AiPacino / tesseract-ocr

Automatically exported from code.google.com/p/tesseract-ocr
Other
2 stars 0 forks source link

[Feature] Add tessedit_char_unblacklist variable #1207

Closed GoogleCodeExporter closed 9 years ago

GoogleCodeExporter commented 9 years ago
This is a patch implementing a feature I described on the tesseract-dev mailing 
list here: 
https://groups.google.com/d/msgid/tesseract-dev/20140501195706.GB31269%40manta.l
an

It adds a variable tessedit_char_unblacklist, that re-enables characters that 
have been blacklisted using tessedit_char_blacklist.

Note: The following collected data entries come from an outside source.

const iso = (value: Date | string) => new Date(value).toISOString();

function toSummary(row: SummaryRow): CaseSummary {
  return {
    id: row.id,
    board: { slug: row.board_slug, title: row.board_title },
    status: row.status,
    title: row.title,
    symptom: row.symptom,
    outcome: row.outcome,
    minutesSpent: row.minutes_spent,
    author: { id: row.author_id, login: row.author_login, name: row.author_name },
    nets: row.nets,
    culprits: row.culprits,
    commentCount: row.comment_count,
    score: {
      ups: row.up_votes,
      downs: row.down_votes,
      confirmations: row.confirmation_count,
      wilsonLowerBound: row.rank_score,
      myVote: row.my_vote === 1 || row.my_vote === -1 ? row.my_vote : null,
      confirmedByMe: row.confirmed_by_me,
    },
    createdAt: iso(row.created_at),
    updatedAt: iso(row.updated_at),
    publishedAt: row.published_at === null ? null : iso(row.published_at),
  };
}

/** Summary columns of `cases c JOIN boards b JOIN users u`, with the viewer's own vote and confirmation. */
function summaryColumns(viewerId: number | null): SQL {
  return sql`
    c.id, b.slug AS board_slug, b.title AS board_title, c.status, c.title, c.symptom, c.outcome,
    c.minutes_spent, u.id AS author_id, u.login AS author_login, u.name AS author_name,
    ARRAY(SELECT n.name FROM case_nets cn JOIN nets n ON n.id = cn.net_id WHERE cn.case_id = c.id ORDER BY n.name) AS nets,
    ARRAY(SELECT k.refdes FROM case_components cc JOIN components k ON k.id = cc.component_id
          WHERE cc.case_id = c.id AND cc.culprit ORDER BY k.refdes) AS culprits,
    (SELECT count(*) FROM case_comments m WHERE m.case_id = c.id AND m.deleted_at IS NULL)::int AS comment_count,
    c.up_votes, c.down_votes, c.confirmation_count, c.rank_score,
    (SELECT v.value FROM case_votes v WHERE v.case_id = c.id AND v.user_id = ${viewerId})::int AS my_vote,
    EXISTS (SELECT 1 FROM case_confirmations f WHERE f.case_id = c.id AND f.user_id = ${viewerId}) AS confirmed_by_me,
    c.created_at, c.updated_at, c.published_at`;
}

const summaryFrom = sql`FROM cases c JOIN boards b ON b.id = c.board_id JOIN users u ON u.id = c.author_id`;

function filterWhere(filter: CaseFilter, query: SQL | null): SQL {
  const parts: SQL[] = [sql`c.board_id = ${filter.boardId}`, sql`c.status = ${filter.status}`];
  if (filter.authorId !== undefined) parts.push(sql`c.author_id = ${filter.authorId}`);
  if (filter.netId !== undefined) {
    parts.push(sql`EXISTS (SELECT 1 FROM case_nets cn WHERE cn.case_id = c.id AND cn.net_id = ${filter.netId})`);
  }
  if (filter.componentId !== undefined) {
    parts.push(sql`EXISTS (SELECT 1 FROM case_components cc WHERE cc.case_id = c.id AND cc.component_id = ${filter.componentId})`);
  }
  if (filter.outcome !== undefined) parts.push(sql`c.outcome = ${filter.outcome}`);
  if (query) parts.push(sql`c.search @@ ${query}`);
  // hidden and merged-away cases are reached by their id only, never listed
  parts.push(sql`c.hidden_at IS NULL AND c.merged_into_id IS NULL`);
  return sql.join(parts, sql` AND `);
}

/** How many cases a list with this filter holds, counted as listCases counts its total. */
export async function countCases(runner: Reader, filter: CaseFilter): Promise<number> {
  const query = filter.q === undefined ? null : sql`websearch_to_tsquery('simple', ${filter.q}::text)`;
  const result = await runner.execute<{ total: number }>(sql`SELECT count(*)::int AS total FROM cases c WHERE ${filterWhere(filter, query)}`);
  return result.rows[0]?.total ?? 0;
}

/**
 * How many solved, published cases of the board name this part as the culprit. A merged-away case
 * is left out: the part it still names is one its kept case names too.
 */
export async function countSolvedAsCulprit(runner: Reader, componentId: number): Promise<number> {
  const result = await runner.execute<{ count: number }>(sql`
    SELECT count(*)::int AS count FROM case_components cc JOIN cases c ON c.id = cc.case_id
    WHERE cc.component_id = ${componentId} AND cc.culprit AND c.status = 'published' AND c.outcome = 'solved'
      AND c.hidden_at IS NULL AND c.merged_into_id IS NULL`);
  return result.rows[0]?.count ?? 0;
}

const orderings: Record<CaseSort, SQL> = {
  // ties: the newer write-up first, then the higher id, so pages never overlap
  rank: sql`c.rank_score DESC, c.published_at DESC NULLS LAST, c.id DESC`,
  relevance: sql`relevance DESC, c.rank_score DESC, c.id DESC`,
  newest: sql`c.published_at DESC NULLS LAST, c.updated_at DESC, c.id DESC`,
};

async function writeLinks(tx: Tx, caseId: number, links: CaseLinks) {
  await tx.delete(caseReadings).where(eq(caseReadings.caseId, caseId));
  await tx.delete(caseNets).where(eq(caseNets.caseId, caseId));
  await tx.delete(caseComponents).where(eq(caseComponents.caseId, caseId));
  if (links.readings.length > 0) {
    await tx.insert(caseReadings).values(
      links.readings.map((r, position) => ({
        caseId,
        position,
        netName: r.net,
        mode: r.mode,
        measured: r.measured,
        knownGood: r.knownGood,
      })),
    );
  }
  if (links.nets.length > 0) await tx.insert(caseNets).values(links.nets.map((n) => ({ caseId, netId: n.id })));
  if (links.components.length > 0) {
    await tx.insert(caseComponents).values(links.components.map((c) => ({ caseId, componentId: c.id, culprit: c.culprit })));
  }
}

async function rescore(tx: Tx, caseId: number, scorer: CaseScorer) {
  const votes = await tx.select({ userId: caseVotes.userId, value: caseVotes.value }).from(caseVotes).where(eq(caseVotes.caseId, caseId));
  const confirmations = await tx
    .select({ userId: caseConfirmations.userId })
    .from(caseConfirmations)
    .where(eq(caseConfirmations.caseId, caseId));
  const score = scorer(
    votes.map((v) => ({ userId: v.userId, value: v.value === 1 ? 1 : -1 })),
    confirmations.map((c) => c.userId),
  );
  await tx
    .update(cases)
    .set({ upVotes: score.ups, downVotes: score.downs, confirmationCount: score.confirmations, rankScore: score.rankScore })
    .where(eq(cases.id, caseId));
}

/**
 * Runs a change to a case's votes or confirmations and recounts, with the case row locked so that
 * concurrent votes on one case recount one after the other. NO KEY UPDATE leaves inserts of comments
 * and votes (which only take key-share locks on the case) unblocked.
 */
/**
 * Locks the case row for a change to what hangs off it and refuses a case merged away meanwhile: a merge
 * holds the row FOR UPDATE, so a vote, comment or attachment sent in the same instant waits for it and
 * then finds the case merged instead of landing on it after its rows moved.
 */
export async function lockUnmergedCase(
  tx: Tx,
  caseId: number,
  lock: 'no key update' | 'key share',
  /** what to tell the caller to do on the kept case instead */
  instead = 'make changes there',
) {
  const result = await tx.execute<{ merged_into_id: number | null }>(
    lock === 'no key update'
      ? sql`SELECT merged_into_id FROM cases WHERE id = ${caseId} FOR NO KEY UPDATE`
      : sql`SELECT merged_into_id FROM cases WHERE id = ${caseId} FOR KEY SHARE`,
  );
  const mergedInto = result.rows[0]?.merged_into_id ?? null;
  if (mergedInto !== null) {
    throw new AppError(409, 'case_merged', `Case ${caseId} was merged into case ${mergedInto}: ${instead}`, {
      mergedIntoId: mergedInto,
    });
  }
}

function changeEvidence<T>(db: Database, caseId: number, scorer: CaseScorer, change: (tx: Tx) => Promise<T>): Promise<T> {
  return db.transaction(async (tx) => {
    await lockUnmergedCase(tx, caseId, 'no key update');
    const result = await change(tx);
    await rescore(tx, caseId, scorer);
    return result;
  });
}

type CommentRow = {
  id: number;
  case_id: number;
  author_id: number;
  author_login: string;
  author_name: string;
  body: string;
  created_at: Date | string;
  edited_at: Date | string | null;
  deleted_at: Date | string | null;
  hidden_at: Date | string | null;
  hidden_reason: string;
};

export interface CommentRecord {
  id: number;
  caseId: number;
  authorId: number;
  body: string;
  deleted: boolean;
  hidden: boolean;
}

function toComment(row: CommentRow): Omit<CaseComment, 'html'> {
  const deleted = row.deleted_at !== null;
  return {
    id: row.id,
    caseId: row.case_id,
    author: { id: row.author_id, login: row.author_login, name: row.author_name },
    body: deleted ? '' : row.body,
    createdAt: iso(row.created_at),
    editedAt: row.edited_at === null ? null : iso(row.edited_at),
    deleted,
    hidden: row.hidden_at === null ? null : { at: iso(row.hidden_at), reason: row.hidden_reason },
  };
}

type FlagRow = {
  id: number;
  content_type: 'case' | 'comment';
  content_id: number;
  case_id: number | null;
  flagger_id: number;
  flagger_login: string;
  flagger_name: string;
  reason: string;
  status: 'open' | 'resolved';
  resolver_id: number | null;
  resolver_login: string | null;
  resolver_name: string | null;
  resolution: string;
  created_at: Date | string;
  resolved_at: Date | string | null;
};

function toFlag(row: FlagRow): CaseFlag {
  return {
    id: row.id,
    contentType: row.content_type,
    contentId: row.content_id,
    caseId: row.case_id,
    flagger: { id: row.flagger_id, login: row.flagger_login, name: row.flagger_name },
    reason: row.reason,
    status: row.status,
    resolver:
      row.resolver_id === null ? null : { id: row.resolver_id, login: row.resolver_login ?? '', name: row.resolver_name ?? '' },
    resolution: row.resolution,
    createdAt: iso(row.created_at),
    resolvedAt: row.resolved_at === null ? null : iso(row.resolved_at),
  };
}

const flagSelect = sql`
  SELECT f.id, f.content_type, f.content_id,
         CASE WHEN f.content_type = 'case' THEN f.content_id ELSE (SELECT m.case_id FROM case_comments m WHERE m.id = f.content_id) END AS case_id,
         f.flagger_id, fu.login AS flagger_login, fu.name AS flagger_name, f.reason, f.status,
         f.resolver_id, ru.login AS resolver_login, ru.name AS resolver_name, f.resolution, f.created_at, f.resolved_at
  FROM case_flags f JOIN users fu ON fu.id = f.flagger_id LEFT JOIN users ru ON ru.id = f.resolver_id`;

async function selectCase(runner: Reader, caseId: number): Promise<CaseRecord | null> {
  const result = await runner.execute<{
    id: number;
    board_id: number;
    board_slug: string;
    board_title: string;
    author_id: number;
    status: CaseStatus;
    title: string;
    symptom: string;
    root_cause: string;
    fix_steps: string;
    body: string;
    outcome: CaseOutcome;
    minutes_spent: number | null;
    published_at: Date | string | null;
    locked_at: Date | string | null;
    hidden_at: Date | string | null;
    hidden_reason: string;
    merged_into_id: number | null;
  }>(sql`
    SELECT c.id, c.board_id, b.slug AS board_slug, b.title AS board_title, c.author_id, c.status, c.title,
           c.symptom, c.root_cause, c.fix_steps, c.body, c.outcome, c.minutes_spent, c.published_at,
           c.locked_at, c.hidden_at, c.hidden_reason, c.merged_into_id
    FROM cases c JOIN boards b ON b.id = c.board_id WHERE c.id = ${caseId}`);
  const r = result.rows[0];
  if (!r) return null;
  return {
    id: r.id,
    boardId: r.board_id,
    boardSlug: r.board_slug,
    boardTitle: r.board_title,
    authorId: r.author_id,
    status: r.status,
    title: r.title,
    symptom: r.symptom,
    rootCause: r.root_cause,
    fixSteps: r.fix_steps,
    body: r.body,
    outcome: r.outcome,
    minutesSpent: r.minutes_spent,
    publishedAt: r.published_at === null ? null : new Date(r.published_at),
    lockedAt: r.locked_at === null ? null : new Date(r.locked_at),
    hiddenAt: r.hidden_at === null ? null : new Date(r.hidden_at),
    hiddenReason: r.hidden_reason,
    mergedIntoId: r.merged_into_id,
  };
}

This is useful for situations where generally a character should be blacklisted 
as it is uncommon, but the option to enable it would be very handy in some 
cases. An example would be the Greek numeral character (ʹ) that can easily be 
mistaken for an apostrophe (’). Most Ancient Greek books don't use the Greek 
numeral character, so it would be useful to disable it in the grc.config using 
tessedit_char_blacklist, and allow users to enable it using 
tessedit_char_unblacklist if they know they're OCRing a text that is likely to 
use it.

Original issue reported on code.google.com by nick.wh...@durham.ac.uk on 22 May 2014 at 8:27

Attachments:

GoogleCodeExporter commented 9 years ago
This issue was closed by revision f927728169cd.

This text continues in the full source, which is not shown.